§ **Your objective**: Give every line of the data again, exactly as it is written.
###
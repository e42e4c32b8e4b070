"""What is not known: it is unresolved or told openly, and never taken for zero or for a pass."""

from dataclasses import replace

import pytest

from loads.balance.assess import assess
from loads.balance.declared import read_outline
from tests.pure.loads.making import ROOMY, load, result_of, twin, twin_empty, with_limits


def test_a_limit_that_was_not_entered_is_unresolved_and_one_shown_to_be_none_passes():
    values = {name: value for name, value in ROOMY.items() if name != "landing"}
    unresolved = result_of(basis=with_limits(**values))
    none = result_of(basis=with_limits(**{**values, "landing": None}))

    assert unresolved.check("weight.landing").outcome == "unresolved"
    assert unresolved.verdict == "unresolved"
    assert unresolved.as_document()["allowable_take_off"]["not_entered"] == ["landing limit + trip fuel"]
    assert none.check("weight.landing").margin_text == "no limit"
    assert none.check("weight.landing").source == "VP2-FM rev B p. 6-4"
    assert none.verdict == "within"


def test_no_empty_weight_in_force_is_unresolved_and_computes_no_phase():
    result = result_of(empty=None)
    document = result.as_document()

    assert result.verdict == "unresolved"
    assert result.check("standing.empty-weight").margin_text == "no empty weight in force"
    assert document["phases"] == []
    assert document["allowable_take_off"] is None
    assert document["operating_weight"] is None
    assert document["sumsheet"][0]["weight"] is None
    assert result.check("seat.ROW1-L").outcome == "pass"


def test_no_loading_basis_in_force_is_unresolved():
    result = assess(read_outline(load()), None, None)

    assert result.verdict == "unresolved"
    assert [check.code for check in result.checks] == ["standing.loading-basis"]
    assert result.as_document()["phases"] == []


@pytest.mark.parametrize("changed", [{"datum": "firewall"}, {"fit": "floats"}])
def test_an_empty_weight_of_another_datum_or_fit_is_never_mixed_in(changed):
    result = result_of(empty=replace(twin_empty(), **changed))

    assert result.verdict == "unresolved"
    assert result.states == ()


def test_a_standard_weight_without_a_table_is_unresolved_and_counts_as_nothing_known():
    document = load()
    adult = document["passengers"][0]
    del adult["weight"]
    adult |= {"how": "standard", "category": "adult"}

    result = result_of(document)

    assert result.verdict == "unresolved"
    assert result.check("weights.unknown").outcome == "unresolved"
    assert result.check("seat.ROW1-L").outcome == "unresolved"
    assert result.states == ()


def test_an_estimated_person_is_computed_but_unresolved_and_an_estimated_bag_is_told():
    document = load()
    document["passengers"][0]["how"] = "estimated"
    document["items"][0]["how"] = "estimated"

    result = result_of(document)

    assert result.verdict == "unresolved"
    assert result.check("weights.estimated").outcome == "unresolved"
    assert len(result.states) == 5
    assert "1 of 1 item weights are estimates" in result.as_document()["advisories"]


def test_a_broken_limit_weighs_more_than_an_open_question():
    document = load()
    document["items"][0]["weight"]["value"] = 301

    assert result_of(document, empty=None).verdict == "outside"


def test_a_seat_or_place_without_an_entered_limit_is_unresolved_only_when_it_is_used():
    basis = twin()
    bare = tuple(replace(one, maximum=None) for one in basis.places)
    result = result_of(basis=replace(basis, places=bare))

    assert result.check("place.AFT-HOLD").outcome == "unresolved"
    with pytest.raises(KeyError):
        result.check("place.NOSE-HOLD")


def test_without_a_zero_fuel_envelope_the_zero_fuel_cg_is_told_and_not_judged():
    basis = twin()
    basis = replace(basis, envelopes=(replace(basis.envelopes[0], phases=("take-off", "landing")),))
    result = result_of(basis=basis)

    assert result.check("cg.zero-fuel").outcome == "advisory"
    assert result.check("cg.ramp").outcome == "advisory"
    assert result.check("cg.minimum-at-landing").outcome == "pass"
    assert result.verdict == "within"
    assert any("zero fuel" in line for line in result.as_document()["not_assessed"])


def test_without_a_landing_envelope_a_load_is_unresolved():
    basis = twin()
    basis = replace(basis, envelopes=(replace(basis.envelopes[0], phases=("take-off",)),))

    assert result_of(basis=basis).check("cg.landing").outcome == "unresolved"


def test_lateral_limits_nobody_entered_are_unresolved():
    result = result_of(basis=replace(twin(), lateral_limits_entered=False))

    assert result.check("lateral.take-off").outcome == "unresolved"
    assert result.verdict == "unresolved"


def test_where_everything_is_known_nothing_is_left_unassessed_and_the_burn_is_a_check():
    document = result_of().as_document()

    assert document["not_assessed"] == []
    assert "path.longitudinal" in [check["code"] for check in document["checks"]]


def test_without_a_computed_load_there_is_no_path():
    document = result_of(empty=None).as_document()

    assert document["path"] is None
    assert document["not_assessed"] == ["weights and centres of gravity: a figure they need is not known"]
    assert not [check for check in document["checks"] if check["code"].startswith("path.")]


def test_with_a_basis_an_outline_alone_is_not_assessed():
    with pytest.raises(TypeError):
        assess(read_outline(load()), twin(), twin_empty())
###
§ **Problem solution**:
repository e42e4c32b8e4b070
"""What is not known: it is unresolved or told openly, and never taken for zero or for a pass."""

from dataclasses import replace

import pytest

from loads.balance.assess import assess
from loads.balance.declared import read_outline
from tests.pure.loads.making import ROOMY, load, result_of, twin, twin_empty, with_limits


def test_a_limit_that_was_not_entered_is_unresolved_and_one_shown_to_be_none_passes():
    values = {name: value for name, value in ROOMY.items() if name != "landing"}
    unresolved = result_of(basis=with_limits(**values))
    none = result_of(basis=with_limits(**{**values, "landing": None}))

    assert unresolved.check("weight.landing").outcome == "unresolved"
    assert unresolved.verdict == "unresolved"
    assert unresolved.as_document()["allowable_take_off"]["not_entered"] == ["landing limit + trip fuel"]
    assert none.check("weight.landing").margin_text == "no limit"
    assert none.check("weight.landing").source == "VP2-FM rev B p. 6-4"
    assert none.verdict == "within"


def test_no_empty_weight_in_force_is_unresolved_and_computes_no_phase():
    result = result_of(empty=None)
    document = result.as_document()

    assert result.verdict == "unresolved"
    assert result.check("standing.empty-weight").margin_text == "no empty weight in force"
    assert document["phases"] == []
    assert document["allowable_take_off"] is None
    assert document["operating_weight"] is None
    assert document["sumsheet"][0]["weight"] is None
    assert result.check("seat.ROW1-L").outcome == "pass"


def test_no_loading_basis_in_force_is_unresolved():
    result = assess(read_outline(load()), None, None)

    assert result.verdict == "unresolved"
    assert [check.code for check in result.checks] == ["standing.loading-basis"]
    assert result.as_document()["phases"] == []


@pytest.mark.parametrize("changed", [{"datum": "firewall"}, {"fit": "floats"}])
def test_an_empty_weight_of_another_datum_or_fit_is_never_mixed_in(changed):
    result = result_of(empty=replace(twin_empty(), **changed))

    assert result.verdict == "unresolved"
    assert result.states == ()


def test_a_standard_weight_without_a_table_is_unresolved_and_counts_as_nothing_known():
    document = load()
    adult = document["passengers"][0]
    del adult["weight"]
    adult |= {"how": "standard", "category": "adult"}

    result = result_of(document)

    assert result.verdict == "unresolved"
    assert result.check("weights.unknown").outcome == "unresolved"
    assert result.check("seat.ROW1-L").outcome == "unresolved"
    assert result.states == ()


def test_an_estimated_person_is_computed_but_unresolved_and_an_estimated_bag_is_told():
    document = load()
    document["passengers"][0]["how"] = "estimated"
    document["items"][0]["how"] = "estimated"

    result = result_of(document)

    assert result.verdict == "unresolved"
    assert result.check("weights.estimated").outcome == "unresolved"
    assert len(result.states) == 5
    assert "1 of 1 item weights are estimates" in result.as_document()["advisories"]


def test_a_broken_limit_weighs_more_than_an_open_question():
    document = load()
    document["items"][0]["weight"]["value"] = 301

    assert result_of(document, empty=None).verdict == "outside"


def test_a_seat_or_place_without_an_entered_limit_is_unresolved_only_when_it_is_used():
    basis = twin()
    bare = tuple(replace(one, maximum=None) for one in basis.places)
    result = result_of(basis=replace(basis, places=bare))

    assert result.check("place.AFT-HOLD").outcome == "unresolved"
    with pytest.raises(KeyError):
        result.check("place.NOSE-HOLD")


def test_without_a_zero_fuel_envelope_the_zero_fuel_cg_is_told_and_not_judged():
    basis = twin()
    basis = replace(basis, envelopes=(replace(basis.envelopes[0], phases=("take-off", "landing")),))
    result = result_of(basis=basis)

    assert result.check("cg.zero-fuel").outcome == "advisory"
    assert result.check("cg.ramp").outcome == "advisory"
    assert result.check("cg.minimum-at-landing").outcome == "pass"
    assert result.verdict == "within"
    assert any("zero fuel" in line for line in result.as_document()["not_assessed"])


def test_without_a_landing_envelope_a_load_is_unresolved():
    basis = twin()
    basis = replace(basis, envelopes=(replace(basis.envelopes[0], phases=("take-off",)),))

    assert result_of(basis=basis).check("cg.landing").outcome == "unresolved"


def test_lateral_limits_nobody_entered_are_unresolved():
    result = result_of(basis=replace(twin(), lateral_limits_entered=False))

    assert result.check("lateral.take-off").outcome == "unresolved"
    assert result.verdict == "unresolved"


def test_where_everything_is_known_nothing_is_left_unassessed_and_the_burn_is_a_check():
    document = result_of().as_document()

    assert document["not_assessed"] == []
    assert "path.longitudinal" in [check["code"] for check in document["checks"]]


def test_without_a_computed_load_there_is_no_path():
    document = result_of(empty=None).as_document()

    assert document["path"] is None
    assert document["not_assessed"] == ["weights and centres of gravity: a figure they need is not known"]
    assert not [check for check in document["checks"] if check["code"].startswith("path.")]


def test_with_a_basis_an_outline_alone_is_not_assessed():
    with pytest.raises(TypeError):
        assess(read_outline(load()), twin(), twin_empty())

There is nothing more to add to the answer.